(Stored data entries)
__________

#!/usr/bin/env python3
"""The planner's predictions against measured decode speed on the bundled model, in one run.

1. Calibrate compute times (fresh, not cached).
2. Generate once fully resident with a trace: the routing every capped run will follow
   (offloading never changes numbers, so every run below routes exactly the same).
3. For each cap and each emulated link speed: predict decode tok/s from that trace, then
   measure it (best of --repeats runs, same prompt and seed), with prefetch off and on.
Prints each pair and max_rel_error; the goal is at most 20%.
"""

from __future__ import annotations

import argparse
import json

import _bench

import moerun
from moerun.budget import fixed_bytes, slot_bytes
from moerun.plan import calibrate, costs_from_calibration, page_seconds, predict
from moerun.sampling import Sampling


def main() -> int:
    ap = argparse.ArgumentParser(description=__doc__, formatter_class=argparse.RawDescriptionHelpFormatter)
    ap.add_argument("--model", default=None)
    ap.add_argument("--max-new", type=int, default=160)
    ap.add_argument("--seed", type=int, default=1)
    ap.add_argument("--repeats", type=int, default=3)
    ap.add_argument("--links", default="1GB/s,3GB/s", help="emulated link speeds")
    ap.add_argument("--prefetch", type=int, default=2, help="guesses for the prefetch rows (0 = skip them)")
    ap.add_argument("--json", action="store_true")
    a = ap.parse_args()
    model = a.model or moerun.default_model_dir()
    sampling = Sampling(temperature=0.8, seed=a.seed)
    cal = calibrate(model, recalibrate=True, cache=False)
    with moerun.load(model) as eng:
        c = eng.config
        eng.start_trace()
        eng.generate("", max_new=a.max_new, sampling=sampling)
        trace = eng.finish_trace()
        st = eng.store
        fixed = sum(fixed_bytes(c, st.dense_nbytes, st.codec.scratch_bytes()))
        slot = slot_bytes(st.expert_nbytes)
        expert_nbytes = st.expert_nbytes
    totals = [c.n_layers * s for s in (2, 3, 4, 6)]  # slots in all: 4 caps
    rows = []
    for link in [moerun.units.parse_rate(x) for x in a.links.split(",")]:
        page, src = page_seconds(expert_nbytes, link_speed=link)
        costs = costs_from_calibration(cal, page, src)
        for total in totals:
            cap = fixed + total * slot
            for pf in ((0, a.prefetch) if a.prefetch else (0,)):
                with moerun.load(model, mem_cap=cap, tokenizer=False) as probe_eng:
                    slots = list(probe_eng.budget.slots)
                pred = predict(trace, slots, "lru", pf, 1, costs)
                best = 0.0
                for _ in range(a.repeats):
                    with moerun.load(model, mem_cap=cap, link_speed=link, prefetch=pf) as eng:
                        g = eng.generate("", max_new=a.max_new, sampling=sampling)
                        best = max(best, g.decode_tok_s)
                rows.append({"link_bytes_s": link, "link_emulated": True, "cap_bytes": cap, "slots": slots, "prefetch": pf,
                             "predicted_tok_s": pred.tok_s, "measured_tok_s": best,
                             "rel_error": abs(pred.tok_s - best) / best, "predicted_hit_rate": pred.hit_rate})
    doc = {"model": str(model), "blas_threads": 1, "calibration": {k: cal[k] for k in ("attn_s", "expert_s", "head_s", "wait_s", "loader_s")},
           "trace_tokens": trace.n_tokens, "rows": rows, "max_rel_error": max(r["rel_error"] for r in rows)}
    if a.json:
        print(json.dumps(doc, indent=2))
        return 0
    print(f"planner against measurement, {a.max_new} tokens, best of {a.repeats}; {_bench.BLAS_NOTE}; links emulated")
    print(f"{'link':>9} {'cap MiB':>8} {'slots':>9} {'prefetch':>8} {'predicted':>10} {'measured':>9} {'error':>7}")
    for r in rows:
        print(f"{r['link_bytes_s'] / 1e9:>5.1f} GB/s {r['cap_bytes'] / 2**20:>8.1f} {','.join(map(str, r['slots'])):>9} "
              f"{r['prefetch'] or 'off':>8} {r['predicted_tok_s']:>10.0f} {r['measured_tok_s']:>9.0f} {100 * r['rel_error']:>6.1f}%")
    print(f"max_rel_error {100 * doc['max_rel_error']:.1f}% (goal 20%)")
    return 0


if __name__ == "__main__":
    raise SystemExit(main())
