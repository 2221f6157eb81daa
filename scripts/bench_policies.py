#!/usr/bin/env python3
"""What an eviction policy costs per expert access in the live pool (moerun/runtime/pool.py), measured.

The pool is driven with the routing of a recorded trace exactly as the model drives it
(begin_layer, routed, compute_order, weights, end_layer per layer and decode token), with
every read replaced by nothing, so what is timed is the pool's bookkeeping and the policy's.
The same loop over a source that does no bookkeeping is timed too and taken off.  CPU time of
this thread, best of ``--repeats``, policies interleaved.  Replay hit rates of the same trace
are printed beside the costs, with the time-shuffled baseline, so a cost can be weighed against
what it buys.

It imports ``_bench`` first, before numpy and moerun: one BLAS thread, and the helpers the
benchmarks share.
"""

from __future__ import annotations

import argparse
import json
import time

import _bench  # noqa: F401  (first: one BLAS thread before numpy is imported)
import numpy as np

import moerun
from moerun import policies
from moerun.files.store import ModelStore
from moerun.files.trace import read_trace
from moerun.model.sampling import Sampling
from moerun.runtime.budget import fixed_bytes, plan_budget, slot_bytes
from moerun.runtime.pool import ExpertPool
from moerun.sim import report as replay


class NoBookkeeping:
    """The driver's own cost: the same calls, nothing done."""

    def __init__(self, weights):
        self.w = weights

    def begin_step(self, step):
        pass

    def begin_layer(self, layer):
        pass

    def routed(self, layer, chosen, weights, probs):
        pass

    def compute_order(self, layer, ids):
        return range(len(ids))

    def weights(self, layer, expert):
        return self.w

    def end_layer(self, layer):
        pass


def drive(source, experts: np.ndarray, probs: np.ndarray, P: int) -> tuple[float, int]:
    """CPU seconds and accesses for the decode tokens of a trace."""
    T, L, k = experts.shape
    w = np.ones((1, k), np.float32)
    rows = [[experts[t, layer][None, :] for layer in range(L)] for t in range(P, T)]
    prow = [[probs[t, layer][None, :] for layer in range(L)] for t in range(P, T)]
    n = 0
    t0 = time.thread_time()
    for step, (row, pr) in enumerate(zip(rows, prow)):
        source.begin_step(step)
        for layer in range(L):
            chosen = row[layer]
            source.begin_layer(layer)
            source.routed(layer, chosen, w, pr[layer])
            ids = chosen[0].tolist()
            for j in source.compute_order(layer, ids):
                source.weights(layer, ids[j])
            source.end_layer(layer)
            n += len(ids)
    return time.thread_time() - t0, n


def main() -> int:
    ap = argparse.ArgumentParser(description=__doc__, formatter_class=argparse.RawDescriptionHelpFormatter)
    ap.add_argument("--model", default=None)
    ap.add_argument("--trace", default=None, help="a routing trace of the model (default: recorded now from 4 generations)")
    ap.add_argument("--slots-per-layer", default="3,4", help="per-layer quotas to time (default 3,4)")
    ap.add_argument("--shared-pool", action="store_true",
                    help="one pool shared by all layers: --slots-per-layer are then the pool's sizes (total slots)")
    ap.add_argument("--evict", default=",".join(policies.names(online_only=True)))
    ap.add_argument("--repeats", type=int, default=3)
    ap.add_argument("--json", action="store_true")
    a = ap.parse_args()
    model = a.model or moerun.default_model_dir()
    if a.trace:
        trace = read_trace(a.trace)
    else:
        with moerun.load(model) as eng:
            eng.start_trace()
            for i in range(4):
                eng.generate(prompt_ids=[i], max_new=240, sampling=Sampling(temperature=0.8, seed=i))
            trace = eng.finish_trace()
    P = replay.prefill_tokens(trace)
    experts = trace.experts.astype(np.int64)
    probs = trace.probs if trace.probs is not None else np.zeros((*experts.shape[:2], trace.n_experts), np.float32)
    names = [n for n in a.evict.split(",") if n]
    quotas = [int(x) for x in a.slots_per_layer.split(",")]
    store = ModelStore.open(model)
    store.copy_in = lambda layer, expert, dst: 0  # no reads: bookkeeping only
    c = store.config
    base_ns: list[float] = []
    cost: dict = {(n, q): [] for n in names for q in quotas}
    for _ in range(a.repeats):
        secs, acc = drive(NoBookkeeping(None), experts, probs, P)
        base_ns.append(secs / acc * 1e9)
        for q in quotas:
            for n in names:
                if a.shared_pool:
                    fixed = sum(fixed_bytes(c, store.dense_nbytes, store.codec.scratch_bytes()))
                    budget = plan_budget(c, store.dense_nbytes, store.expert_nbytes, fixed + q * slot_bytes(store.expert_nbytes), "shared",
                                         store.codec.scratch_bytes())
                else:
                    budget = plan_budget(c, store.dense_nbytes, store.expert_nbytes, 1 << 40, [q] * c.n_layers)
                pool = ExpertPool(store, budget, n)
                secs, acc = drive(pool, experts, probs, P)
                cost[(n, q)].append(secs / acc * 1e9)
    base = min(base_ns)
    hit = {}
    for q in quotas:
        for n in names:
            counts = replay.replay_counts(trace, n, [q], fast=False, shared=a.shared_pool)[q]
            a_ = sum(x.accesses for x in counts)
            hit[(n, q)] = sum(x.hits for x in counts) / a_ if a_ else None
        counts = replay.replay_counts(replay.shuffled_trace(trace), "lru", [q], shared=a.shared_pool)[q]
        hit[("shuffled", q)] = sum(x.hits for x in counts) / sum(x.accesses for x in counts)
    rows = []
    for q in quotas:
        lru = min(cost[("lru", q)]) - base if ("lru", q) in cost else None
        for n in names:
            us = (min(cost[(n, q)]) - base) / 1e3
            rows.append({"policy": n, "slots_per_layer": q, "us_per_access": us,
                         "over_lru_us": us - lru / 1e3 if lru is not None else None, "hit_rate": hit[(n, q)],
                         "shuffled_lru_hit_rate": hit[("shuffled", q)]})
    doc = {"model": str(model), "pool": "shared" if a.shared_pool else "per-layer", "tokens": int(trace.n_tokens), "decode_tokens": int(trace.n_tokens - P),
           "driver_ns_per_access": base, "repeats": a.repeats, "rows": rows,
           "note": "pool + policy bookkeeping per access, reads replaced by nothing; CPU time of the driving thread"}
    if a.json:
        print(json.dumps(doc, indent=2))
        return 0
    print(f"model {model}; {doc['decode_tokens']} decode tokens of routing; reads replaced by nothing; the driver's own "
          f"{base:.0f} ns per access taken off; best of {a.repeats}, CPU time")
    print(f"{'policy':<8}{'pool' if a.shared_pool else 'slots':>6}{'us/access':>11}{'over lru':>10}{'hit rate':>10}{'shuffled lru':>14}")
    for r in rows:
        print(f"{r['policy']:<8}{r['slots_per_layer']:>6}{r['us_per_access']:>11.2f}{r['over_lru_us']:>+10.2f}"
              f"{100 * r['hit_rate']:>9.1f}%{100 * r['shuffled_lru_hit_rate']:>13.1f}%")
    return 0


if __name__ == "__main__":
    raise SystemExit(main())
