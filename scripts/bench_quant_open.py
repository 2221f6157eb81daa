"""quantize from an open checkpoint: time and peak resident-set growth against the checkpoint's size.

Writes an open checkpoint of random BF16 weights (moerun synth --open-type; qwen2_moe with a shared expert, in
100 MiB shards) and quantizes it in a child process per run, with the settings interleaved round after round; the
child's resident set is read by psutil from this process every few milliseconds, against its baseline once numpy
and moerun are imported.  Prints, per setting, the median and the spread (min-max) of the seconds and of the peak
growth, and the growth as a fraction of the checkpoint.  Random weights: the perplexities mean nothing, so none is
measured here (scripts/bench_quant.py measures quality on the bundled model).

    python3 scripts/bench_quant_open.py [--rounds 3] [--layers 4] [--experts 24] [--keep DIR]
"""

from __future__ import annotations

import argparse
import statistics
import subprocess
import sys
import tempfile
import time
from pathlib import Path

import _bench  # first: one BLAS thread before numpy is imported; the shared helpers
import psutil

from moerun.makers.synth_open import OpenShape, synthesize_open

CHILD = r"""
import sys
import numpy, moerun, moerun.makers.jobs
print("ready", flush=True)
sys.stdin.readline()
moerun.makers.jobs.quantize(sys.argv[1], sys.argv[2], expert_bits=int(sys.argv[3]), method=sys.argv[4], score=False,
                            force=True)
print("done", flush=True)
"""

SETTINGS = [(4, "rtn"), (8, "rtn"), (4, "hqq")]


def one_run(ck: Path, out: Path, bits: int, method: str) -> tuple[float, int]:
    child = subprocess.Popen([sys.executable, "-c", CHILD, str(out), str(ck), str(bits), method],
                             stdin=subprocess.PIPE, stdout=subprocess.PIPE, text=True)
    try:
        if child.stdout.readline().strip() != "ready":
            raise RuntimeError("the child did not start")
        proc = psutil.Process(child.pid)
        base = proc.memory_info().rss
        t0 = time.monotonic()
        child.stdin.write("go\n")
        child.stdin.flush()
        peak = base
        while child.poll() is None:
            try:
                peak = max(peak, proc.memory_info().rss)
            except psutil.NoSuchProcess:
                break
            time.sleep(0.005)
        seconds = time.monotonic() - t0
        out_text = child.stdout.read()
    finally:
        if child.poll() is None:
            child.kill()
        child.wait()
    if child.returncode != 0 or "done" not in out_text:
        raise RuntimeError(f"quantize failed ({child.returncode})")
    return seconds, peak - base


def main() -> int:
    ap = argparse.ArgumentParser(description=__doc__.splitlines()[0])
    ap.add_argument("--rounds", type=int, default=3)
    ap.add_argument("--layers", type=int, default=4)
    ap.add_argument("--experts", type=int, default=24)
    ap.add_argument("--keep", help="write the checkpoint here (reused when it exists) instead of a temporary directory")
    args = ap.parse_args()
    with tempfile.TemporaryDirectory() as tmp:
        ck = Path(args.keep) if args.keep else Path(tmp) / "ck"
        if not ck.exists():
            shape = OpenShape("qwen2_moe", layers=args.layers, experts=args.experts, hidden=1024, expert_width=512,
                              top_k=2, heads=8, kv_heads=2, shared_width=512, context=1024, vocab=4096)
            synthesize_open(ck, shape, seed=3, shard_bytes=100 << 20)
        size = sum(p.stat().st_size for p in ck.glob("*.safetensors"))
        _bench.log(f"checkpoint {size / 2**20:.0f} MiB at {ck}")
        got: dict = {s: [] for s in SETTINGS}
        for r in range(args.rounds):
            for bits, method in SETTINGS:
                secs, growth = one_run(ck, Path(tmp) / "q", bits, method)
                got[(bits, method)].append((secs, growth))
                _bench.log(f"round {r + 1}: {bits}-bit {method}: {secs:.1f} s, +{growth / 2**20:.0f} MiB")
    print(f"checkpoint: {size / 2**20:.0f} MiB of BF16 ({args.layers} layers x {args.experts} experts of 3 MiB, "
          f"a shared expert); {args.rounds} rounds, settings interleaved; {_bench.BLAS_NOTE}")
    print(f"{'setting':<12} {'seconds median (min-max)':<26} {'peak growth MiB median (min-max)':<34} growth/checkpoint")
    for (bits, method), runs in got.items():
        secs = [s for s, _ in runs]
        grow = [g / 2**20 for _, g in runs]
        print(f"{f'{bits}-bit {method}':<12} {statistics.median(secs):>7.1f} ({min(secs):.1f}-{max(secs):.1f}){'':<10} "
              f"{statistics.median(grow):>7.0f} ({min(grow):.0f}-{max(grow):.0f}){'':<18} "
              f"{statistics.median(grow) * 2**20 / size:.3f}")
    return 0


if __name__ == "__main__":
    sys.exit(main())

__________

Work required —
Print again the lines of the entries above that fall between the line holding "store.dense_nbytes, store.expert_nbytes, fixed" and the line holding "a_ = sum(x.accesses", inclusive, exactly as they stand.

Result of this exercise —
                    budget = plan_budget(c, store.dense_nbytes, store.expert_nbytes, fixed + q * slot_bytes(store.expert_nbytes), "shared",
                                         store.codec.scratch_bytes())
                else:
                    budget = plan_budget(c, store.dense_nbytes, store.expert_nbytes, 1 << 40, [q] * c.n_layers)
                pool = ExpertPool(store, budget, n)
                secs, acc = drive(pool, experts, probs, P)
                cost[(n, q)].append(secs / acc * 1e9)
    base = min(base_ns)
    hit = {}
    for q in quotas:
        for n in names:
            counts = replay.replay_counts(trace, n, [q], fast=False, shared=a.shared_pool)[q]
            a_ = sum(x.accesses for x in counts)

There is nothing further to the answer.